Workflow for multiplexed samples prepared with the RACE protocol

[VicenteFR]

Hi,

We implemented your RNA-based 5'-RACE protocol with UMIs. For a long time, we have been using the full MIGEC workflow to preprocess the raw data, all the way from Checkout to FilterCdrBlastResults. Because MIGEC is not supported nowadays, we've decided to move on and implement MIXCR for the preprocessing and downstream analyses of this type of data. I appreciate you've nicely added a preset for this type of data, milab-human-rna-tcr-umi-race, though it doesn't look like it supports demultiplexing of TCR samples based on master and slave barcodes, essentially the process that MIGEC Checkout would do. Accordingly, I believe the following workflow should do for the analysis of this type of data:

1. MIGEC Checkout for TCR sample demultiplexing, dropping the -u option to avoid UMI extraction.
2. MIXCR with the milab-human-rna-tcr-umi-race preset applied to each properly demultiplexed TCR sample.
3. Downstream analyses (custom).

Do you spot any potential issues with this general workflow? Do you have any specific recommendations?

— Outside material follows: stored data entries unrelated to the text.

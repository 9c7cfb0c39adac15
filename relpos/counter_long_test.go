package relpos

import (
	"math/rand/v2"
	"reflect"
	"testing"

	"github.com/relshard/relshard/tokenize"
)

// mixedWindow returns n tokens where each token is a drum hit with probability drums/8
// and a pitched instrument's token with probability pitched/8 (the rest have no
// instrument); time steps mix equal times, 10 ms quanta and long gaps.
func mixedWindow(r *rand.Rand, n, drums, pitched int) []tokenize.Token {
	tokens := make([]tokenize.Token, n)
	t := int32(0)
	for i := range tokens {
		switch r.IntN(6) {
		case 0, 1:
		case 2, 3:
			t += int32(10 * r.IntN(30))
		case 4:
			t += int32(r.IntN(40))
		default:
			t += int32(r.IntN(20000))
		}
		tk := tokenize.Token{Time: t, MS: t, Pitch: -1, Inst: -1}
		switch k := r.IntN(8); {
		case k < drums:
			tk.Inst, tk.Pitch = tokenize.InstDrums, int16(35+r.IntN(12))
		case k < drums+pitched:
			tk.Inst = int16(r.IntN(128))
			if r.IntN(4) > 0 {
				tk.Pitch = int16(20 + r.IntN(90))
			}
		}
		tokens[i] = tk
	}
	return tokens
}

// TestCountMatchesNaiveLong compares fast and naive counts on windows long enough
// (hundreds of tokens, classes from sparse to contiguous) that the fast path splits its
// work between near offsets (walks, bitset histograms) and far cuts (pointers, rank
// lookups), for the default config and the 64-bucket benchmark config in both modes.
func TestCountMatchesNaiveLong(t *testing.T) {
	if testing.Short() {
		t.Skip("long windows: skipped with -short")
	}
	r := rand.New(rand.NewPCG(3, 4))
	mixes := [][2]int{{1, 5}, {0, 8}, {8, 0}, {4, 4}, {0, 1}}
	for _, base := range []struct {
		name string
		cfg  Config
	}{{"default", DefaultConfig()}, {"bench", benchConfig()}} {
		for _, pairs := range []Mode{Causal, Bidirectional} {
			cfg := base.cfg
			cfg.Pairs = pairs
			c, err := NewCounter(cfg)
			if err != nil {
				t.Fatal(err)
			}
			for _, mix := range mixes {
				tokens := mixedWindow(r, 300+r.IntN(400), mix[0], mix[1])
				tally := c.NewTally()
				if err := c.Count(tally, tokens); err != nil {
					t.Fatal(err)
				}
				want, err := c.CountNaive(tokens)
				if err != nil {
					t.Fatal(err)
				}
				if got := c.Counts(tally); !reflect.DeepEqual(got, want) {
					t.Fatalf("%s %s, %d drums/8 %d pitched/8, %d tokens: fast counts differ from naive\n got %+v\nwant %+v",
						base.name, pairs, mix[0], mix[1], len(tokens), got, want)
				}
			}
		}
	}
}
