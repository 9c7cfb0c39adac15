package relpos

import (
	"fmt"
	"io"
	"strconv"
	"strings"
	"text/tabwriter"
)

// groupDigits writes n with thousands separators: 8,589,934,592.
func groupDigits(n int64) string {
	s := strconv.FormatInt(n, 10)
	neg := strings.HasPrefix(s, "-")
	s = strings.TrimPrefix(s, "-")
	var b strings.Builder
	for i, r := range s {
		if i > 0 && (len(s)-i)%3 == 0 {
			b.WriteByte(',')
		}
		b.WriteRune(r)
	}
	if neg {
		return "-" + b.String()
	}
	return b.String()
}

// humanBytes writes n in binary units: 8.00 GiB.
func humanBytes(n int64) string {
	units := []string{"B", "KiB", "MiB", "GiB", "TiB", "PiB", "EiB"}
	f, u := float64(n), 0
	for f >= 1024 && u < len(units)-1 {
		f /= 1024
		u++
	}
	if u == 0 {
		return fmt.Sprintf("%d B", n)
	}
	return fmt.Sprintf("%.2f %s", f, units[u])
}

func bound(p *int64, open string) string {
	if p == nil {
		return open
	}
	return strconv.FormatInt(*p, 10)
}

// WriteTables writes bucket tables as text: one block per table, a row per offset range.
func WriteTables(w io.Writer, tables []Table) error {
	tw := tabwriter.NewWriter(w, 0, 0, 2, ' ', 0)
	for i, t := range tables {
		if i > 0 {
			fmt.Fprintln(tw)
		}
		head := t.Name
		if t.Kind != "" {
			head = t.Kind + " " + head
		}
		fmt.Fprintf(tw, "%s: %d buckets, offset = key - query\n", head, t.Buckets)
		fmt.Fprintln(tw, "from\tto\tbucket\tsaturated")
		for _, r := range t.Ranges {
			sat := r.Saturated
			if sat == "" {
				sat = "-"
			}
			fmt.Fprintf(tw, "%s\t%s\t%d\t%s\n", bound(r.From, "-inf"), bound(r.To, "+inf"), r.Bucket, sat)
		}
	}
	return tw.Flush()
}

// WriteText writes the memory plan as a table.
func (p MemPlan) WriteText(w io.Writer) error {
	s := p.Spec
	tw := tabwriter.NewWriter(w, 0, 0, 2, ' ', 0)
	fmt.Fprintf(tw, "relative term of attention per layer: L=%d D=%d heads=%d (D_h=%d) batch=%d %s buckets=%d\n",
		s.Len, s.Dim, s.Heads, s.Dim/s.Heads, s.Batch, s.DType, s.Buckets)
	fmt.Fprintln(tw, "method\tper layer\t\tper head\tsource")
	for _, m := range p.Methods {
		fmt.Fprintf(tw, "%s\t%s B\t%s\t%s B\t%s\n", m.Name, groupDigits(m.PerLayer), humanBytes(m.PerLayer),
			groupDigits(m.PerHead), m.Source)
	}
	fmt.Fprintln(tw)
	fmt.Fprintln(tw, "tensors\tper layer\t\tper head\tbatched")
	for _, m := range p.Methods {
		for _, t := range m.Terms {
			fmt.Fprintf(tw, "%s: %s\t%s B\t%s\t%s B\t%v\n", m.Name, t.Tensor, groupDigits(t.PerLayer), humanBytes(t.PerLayer),
				groupDigits(t.PerHead), t.Batched)
		}
	}
	l := p.Logits
	fmt.Fprintf(tw, "every method: %s\t%s B\t%s\t%s B\t%v\n", l.Tensor, groupDigits(l.PerLayer), humanBytes(l.PerLayer),
		groupDigits(l.PerHead), l.Batched)
	return tw.Flush()
}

Last but not least, thanks so much for the development of such wonderful toolkits for the analysis of immune repertoires and thanks in advance for your kind input!

Sincerely,
Vicente

[mizraelson]

Hi Vicente,
MiXCR can demultiplex the data by samples if needed. What protocol do you use? The milab-human-rna-tcr-umi-race preset was designed for this kit, in which the samples are marked with different Illumina indices and should therefore be present in different FASTQ files.

Sincerely,
Mark

[VicenteFR]

Thanks so much for your prompt response! Indeed, that's the protocol we use and I think you've clarified my questions. Thanks again!